Reflection 3- Week 1

As I previously stated, there was a gap between me and nature, and I’m not sure when or how that occurred. But Srishti brought me back to this connection, reacquainting me with nature and reminding me that I am a part of it. This entire aspect was levelled up in my classroom this week, when Nandini showed us a video of tribute to India’s natural heritage and asked us to identify the correct name of the species. I was literally able to name only five of the species. This was a point of realization, a point where I decided to change, a point where I was able to measure how disconnected I am from nature, how unaware I am. Being personally interested in India’s heritage and history, I’ve always been attracted by cultural and built heritage, but I’ve never had the opportunity to focus on natural heritage. Or perhaps I was afraid of the subject because my alienation from nature made it hard for me to think upon it. But this cycle, I’ve decided to make a difference and re-establish a connection with nature. I’d like to incorporate this new information into my existing heritage knowledge.

When I speak of the natural world and the human-wildlife relationship, I recall having an encounter with a cobra snake when I was approximately 12 years old. Because of my past encounter with a snake, I am fond of snakes and am not afraid of them. I was on vacation at my uncle’s village and was returning home after an evening play session with my friends there; it was nearly nighttime, and on the way back, I noticed this dark knotted rope at one of the corners near the gate.

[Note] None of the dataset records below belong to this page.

package org.risetrace.sim;

import org.risetrace.registration.Homography;
import com.fasterxml.jackson.annotation.JsonIgnoreProperties;
import com.fasterxml.jackson.annotation.JsonInclude;
import com.fasterxml.jackson.annotation.JsonProperty;
import org.risetrace.frame.InputRejected;

import java.io.IOException;
import java.nio.file.Path;
import java.util.List;
import java.util.Map;

/**
 * Ground truth of a simulated series ({@code truth.json}): what the analysis must find. The analysis never reads
 * it; tests and the demo's self-check do.
 *
 * @param scenario           scenario name
 * @param seed               the seed used
 * @param sources            the fault's sources with their power while on (power_w = total power x share)
 * @param frames             per frame: file, time, true board corners and homography
 * @param partTemperaturesC  per part (marked or not), its true body temperature per frame, degrees Celsius
 * @param partEmissivity     per part, its body emissivity
 * @param unmarked           parts on the board that are not in board.json
 * @param ambientC           room temperature at the start
 * @param reflectedC         reflected apparent temperature used by the camera model
 * @param injectionStartS    when the supply was switched on
 * @param netdK              the camera's temporal noise
 * @param waveform           step or square
 * @param periodS            square-wave period (null for step)
 * @param grid               the thermal grid
 * @param energy             energy bookkeeping of the run
 */
@JsonInclude(JsonInclude.Include.NON_NULL)
@JsonIgnoreProperties(ignoreUnknown = false)
public record Truth(
        @JsonProperty("scenario") String scenario,
        @JsonProperty("seed") long seed,
        @JsonProperty("sources") List<Source> sources,
        @JsonProperty("frames") List<TruthFrame> frames,
        @JsonProperty("parts") Map<String, double[]> partTemperaturesC,
        @JsonProperty("part_emissivity") Map<String, Double> partEmissivity,
        @JsonProperty("unmarked") List<UnmarkedPart> unmarked,
        @JsonProperty("ambient_c") double ambientC,
        @JsonProperty("reflected_c") double reflectedC,
        @JsonProperty("injection_start_s") double injectionStartS,
        @JsonProperty("netd_k") double netdK,
        @JsonProperty("waveform") String waveform,
        @JsonProperty("period_s") Double periodS,
        @JsonProperty("grid") Grid grid,
        @JsonProperty("energy") Energy energy) {

    /** A heat source: designator of a part or name of a trace, its power while on, its share of the total. */
    public record Source(@JsonProperty("ref") String ref, @JsonProperty("power_w") double powerW,
                         @JsonProperty("share") double share) {
    }

    /**
     * One frame's truth.
     *
     * @param file            frame file name
     * @param tS              seconds from the series start
     * @param ambientC        room temperature at that time
     * @param powerW          fault power at that instant
     * @param boardCornersPx  board TL, TR, BR, BL in this frame's pixels (pixel centres at integer coordinates)
     * @param boardToFrame    3 x 3 homography, board mm to frame px
     */
    public record TruthFrame(@JsonProperty("file") String file, @JsonProperty("t_s") double tS,
                             @JsonProperty("ambient_c") double ambientC, @JsonProperty("power_w") double powerW,
                             @JsonProperty("board_corners_px") double[][] boardCornersPx,
                             @JsonProperty("board_to_frame") double[][] boardToFrame) {
        public Homography homography() { return Homography.fromRows(boardToFrame); }
    }

    /** A part left out of board.json: where it is. */
    public record UnmarkedPart(@JsonProperty("ref") String ref, @JsonProperty("kind") String kind,
                               @JsonProperty("x_mm") double xMm, @JsonProperty("y_mm") double yMm,
                               @JsonProperty("w_mm") double wMm, @JsonProperty("h_mm") double hMm) {
    }

    /** The thermal grid: cells and their size. */
    public record Grid(@JsonProperty("nx") int nx, @JsonProperty("ny") int ny, @JsonProperty("dx_mm") double dxMm,
                       @JsonProperty("dy_mm") double dyMm, @JsonProperty("time_step_s") double timeStepS) {
    }

    /** Energy over the run: injected = stored + lost for the discrete scheme. */
    public record Energy(@JsonProperty("injected_j") double injectedJ, @JsonProperty("stored_j") double storedJ,
                         @JsonProperty("lost_j") double lostJ) {
    }

    /** True temperatures of one part over the frames. */
    public double[] part(String ref) {
        double[] v = partTemperaturesC.get(ref);
        if (v == null) throw new IllegalArgumentException("no part " + ref + " in the truth");
        return v;
    }

    /** The first source's designator (the part the analysis should name). */
    public String primarySource() {
        Source best = null;
        for (Source s : sources) if (best == null || s.share() > best.share()) best = s;
        return best == null ? null : best.ref();
    }

    public static Truth read(Path file) {
        try {
            return Scenario.JSON.readValue(file.toFile(), Truth.class);
        } catch (IOException e) {
            throw new InputRejected(file, "cannot read truth file: " + e.getMessage());
        }
    }
}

I reached out to pick it up because I wanted to play with it, and the snake reacted. Furthermore, I remained in place for a few moments, not moving at all, and after a while the snake relaxed and climbed up my legs and went out from between my legs. It was a traumatic event, but there was a lot that happened in this interaction, including the fact that I realized the snake might have realized my reaction to it was a mistake and therefore just left without biting. It’s possible that the snake didn’t injure me back because I was frozen at the moment and didn’t want to hurt it. Not only that, but it also took away my fear of snakes. That is why, whenever I hear of a cobra near Shristi’s N4 campus, I want to go visit them, examine them more closely, and reconnect with them. I believe, I have a connection with snakes since they frequently appear in my dreams, as if they are trying to communicate with me. This reminds me of Nandini’s activity, in which we had to determine the values associated with wildlife from little snippets of stories. My personal storey and real-life experiences have also shaped my personal value towards snakes.

Apart from that, Bindu made me aware of the art of listening this week when she told us to bring our favourite poetry, and then we listened to each other. My colleagues had brought a wide range of poems, and all we did was sit and listen to them. I wasn’t even attempting to derive my own personal meaning from it, much less analysing and commenting on it. This is when I realized how important it was for me to just listen, to listen and absorb what was said, to adapt it to myself, but to just listen. I believe the words Bindu spoke to us, “We must be apprentices of listening, not masters of discourse,” will stick with me for the rest of my life.